Uno de los objetivos de la Estrategia de ONUSIDA es reducir a la mitad los casos de transmisión sexual del VIH, incluidos los casos en la población juvenil, para 2015. Sin embargo, el informe mundial de ONUSIDA de 2010 muestra una disparidad crítica en lo relativo a la comprensión global sobre la prevención del VIH dentro de este grupo de edad y el hecho de que cerca del 40% de todas las nuevas infecciones por el VIH en adultos ocurren entre los jóvenes de 15 a 24 años. Los costes y la eficacia en función de los mismos refuerza el creciente reconocimiento de que la educación sexual en las escuelas tiene potencial para desempeñar un papel clave en la mejora del conocimiento que tienen de los jóvenes sobre la prevención del VIH.

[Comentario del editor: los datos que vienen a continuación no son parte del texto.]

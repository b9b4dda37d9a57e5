// Tests of rc.hpp against independent numerical references:
//  - the closed forms evaluated in Boost.Multiprecision cpp_bin_float_50 from the same
//    double inputs (differences of the doubles are exact there);
//  - Boost.Odeint integration of dv/dt = (u(t) - v)/tau, and of the capacitor node equation
//    with a shunt resistor or a leakage current, with the threshold crossing located by event
//    detection (sign change over a step, bisection on the dense output).
// No reference here calls tauforge. Random cases come from std::mt19937_64 (its sequence is
// standardized) through the transforms below, never from std::*_distribution.
// Set TAUFORGE_TEST_REPORT=1 to print the worst error each test measured.
#include "approx.hpp"

#include <tauforge/rc.hpp>

#include <boost/multiprecision/cpp_bin_float.hpp>
#include <boost/numeric/odeint.hpp>

#include <doctest/doctest.h>

#include <algorithm>
#include <array>
#include <bit>
#include <cmath>
#include <cstdint>
#include <cstdlib>
#include <random>
#include <string>
#include <vector>

using namespace tauforge;
using namespace tauforge::literals;

namespace {

using mp = boost::multiprecision::cpp_bin_float_50;

// ---------------------------------------------------------------- reproducible inputs

/// [0, 1) from the top 53 bits of the engine's output.
double unit_draw(std::mt19937_64& g) { return static_cast<double>(g() >> 11) * 0x1p-53; }
double uniform_draw(std::mt19937_64& g, double lo, double hi) { return lo + (hi - lo) * unit_draw(g); }
/// Log-uniform in [lo, hi).
double log_uniform_draw(std::mt19937_64& g, double lo, double hi) {
    return lo * std::exp(std::log(hi / lo) * unit_draw(g));
}

// ---------------------------------------------------------------- bookkeeping

/// The largest error seen and the case it came from; a NaN error sticks.
struct worst_error {
    double error = 0.0;
    std::string where;
    template <class Describe>
    void update(double e, Describe&& describe) {
        if (std::isnan(error)) return;
        if (!(e <= error)) {
            error = e;
            where = describe();
        }
    }
};

/// Assert the worst error is within `allowed`, naming the case on failure.
void check_worst(const std::string& what, const worst_error& w, double allowed) {
    if (std::getenv("TAUFORGE_TEST_REPORT")) MESSAGE(what << ": worst error " << w.error << " at " << w.where);
    INFO(what << ": worst error " << w.error << " (allowed " << allowed << ") at " << w.where);
    CHECK(w.error <= allowed);
}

Grupo de Trabajo Interinstitucional sobre Educación

El Grupo de Trabajo Interinstitucional sobre Educación se creó en 2002. UNESCO es quien se encarga de convocar a este Grupo, que reúne a los copatrocinadores de ONUSIDA, diversos organismos bilaterales, donantes particulares y asociados de la sociedad civil, con el propósito de acelerar y mejorar una respuesta coordinada y armonizada a la cuestión del VIH por parte del sector educativo.